La auxiliar de vuelo levantó una tarjeta plastificada cerca de la puerta de la cabina de los pilotos. Incluso desde doce filas de distancia, reconocí las alas desiguales y las ventanas flotantes que Mike siempre dibujaba.

—Esto les recuerda a nuestras tripulaciones —dijo el capitán— que la esperanza muchas veces comienza antes de que el avión despegue.

La auxiliar de vuelo caminó hacia nosotros sosteniendo una fotografía.

En ella aparecía un tablón de anuncios del hospital cubierto con cientos de tarjetas de embarque hechas a mano. Debajo de ellas había niños con pijamas y mascarillas hospitalarias.

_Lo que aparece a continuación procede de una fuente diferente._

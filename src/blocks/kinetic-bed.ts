import type { RateLaw } from '../chemistry/rate-laws/rate-law.ts';
import { rateLaws } from '../chemistry/rate-laws/rate-laws.ts';
import type { BlockContext, BlockKind, Unit } from './block.ts';
import { kineticBedFaults } from './kinetic-bed-checks.ts';
import { createBedChemistry } from './kinetic-bed-chemistry.ts';
import { createBedPath } from './kinetic-bed-path.ts';
import { createBedReport } from './kinetic-bed-report.ts';
import { type KineticBedSettings, kineticBedSettings } from './kinetic-bed-settings.ts';

/**
 * Kinetic bed: one inlet, one outlet. A fixed bed of catalyst in plug flow with a published rate law, to see what
 * an equilibrium reactor hides: how far the gas gets with the catalyst there is, and with which approach.
 *
 * Settings: `rate_law`; `reactions` [names of the flowsheet's reactions that the law runs]; `volume` [m3] or
 * `catalyst_mass` [kg], with `bulk_density` [kg/m3] where the law counts the other way; `activity`;
 * `effectiveness` [0–1, or `published`] with `conversion_before`; `equilibrium` (`flowsheet`, or `authors`); one of
 * `adiabatic`, `temperature` [K, of the whole bed], `cooling` {temperature [K], heat_transfer [W/(m3 K)]};
 * `pressure_drop` [Pa, even along the bed].
 * Balance: dξ/dV = rate(T, P, n); at every point of the bed the enthalpy is that of the inlet and the heat
 * exchanged up to there.
 *
 * By default the reactions stop where the constants and fugacities of the flowsheet say, so that with catalyst
 * enough the outlet is that of a reactor at equilibrium; `equilibrium: authors` keeps the law as printed.
 */
export const kineticBed: BlockKind<KineticBedSettings> = {
  kind: 'kinetic_bed',
  summary: 'runs a published rate law along a bed of catalyst',
  settings: kineticBedSettings,
  ports: () => ({ inlets: ['in'], outlets: ['out'] }),
  check: kineticBedFaults,
  reactionsIn: (setting) => setting.reactions,
  models: (setting) => [`rate law: ${rateLaws.get(setting.rate_law)?.source ?? setting.rate_law}`],
  equilibriaIn: (setting) => (setting.equilibrium === 'authors' ? [] : setting.reactions),
  create: (setting, context) => createKineticBed(setting, context),
};

function createKineticBed(setting: KineticBedSettings, context: BlockContext): Unit {
  const { mixture, reactions } = context;
  const law: RateLaw = rateLaws.get(setting.rate_law)!;
  const named = setting.reactions.map((name) => reactions.find((one) => one.name === name)!);
  const chemistry = createBedChemistry(law, named, mixture, setting);
  const path = createBedPath(setting, law, chemistry, mixture);
  const report = createBedReport(setting, law, chemistry, path, context);
  return {
    pass: ([inlet], [out]) => path.pass(inlet!, out!),
    evaluations: path.evaluations,
    report: ([inlet], [out]) => report(inlet!, out!),
  };
}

En el centro estaba Nolan, sosteniendo el billete a la Luna que Mike había dibujado para él.

—Las tarjetas de embarque que tienen hoy en sus manos fueron creadas en honor a Mike —anunció el capitán—. Esta es la primera vez que cada pasajero de uno de nuestros vuelos recibe una.

A nuestro alrededor, desconocidos apretaban sus tarjetas contra el corazón.

Un hombre al otro lado del pasillo se secaba las lágrimas del rostro. Un adolescente detrás de nosotros lloraba abiertamente. Una mujer mayor presionó su tarjeta de embarque contra los labios.

Mike parecía preocupado.

—¿He puesto tristes a todos?

Stella se giró hacia él.

—No, cariño.

—Entonces, ¿por qué están llorando?

Intenté responder, pero no me salían las palabras.

El capitán respondió por nosotros.

—A veces las personas lloran cuando descubren que el mundo es más bondadoso de lo que pensaban.

Entonces añadió:

—Mike, quizá creas que hoy es tu primer vuelo, pero llevas mucho tiempo ayudando a otros niños a volar lejos del miedo.

Los aplausos comenzaron suavemente en la parte trasera del avión. Se extendieron poco a poco por la cabina, fila tras fila.

Mike levantó la mano y saludó.

Casi doscientos pasajeros le devolvieron el saludo.

Disneyland fue todo lo que él había soñado. Conoció a sus personajes favoritos, subió a todas las atracciones que sus fuerzas le permitieron y vio los fuegos artificiales sentado sobre mis hombros.

Durante tres días, se rio más de lo que lo había hecho en meses.

Seis meses después, Mike murió tranquilamente en casa.

En su última tarde, la nieve cubría el patio trasero y suavizaba los contornos de la portería de fútbol abandonada. Me senté junto a su cama sosteniendo la tarjeta de embarque original que había hecho para Nolan.

Su respiración se había vuelto muy débil.

Coloqué el papel doblado en su mano.

—¿Adónde vas ahora, campeón? —susurré.

Mike abrió los ojos lo suficiente para mirarme.

—A un lugar mejor —dijo.

Después cerró los dedos alrededor del billete.

El primer vuelo real de mi hijo terminó en California.

Pero el vuelo que creó para innumerables niños asustados todavía sigue despegando.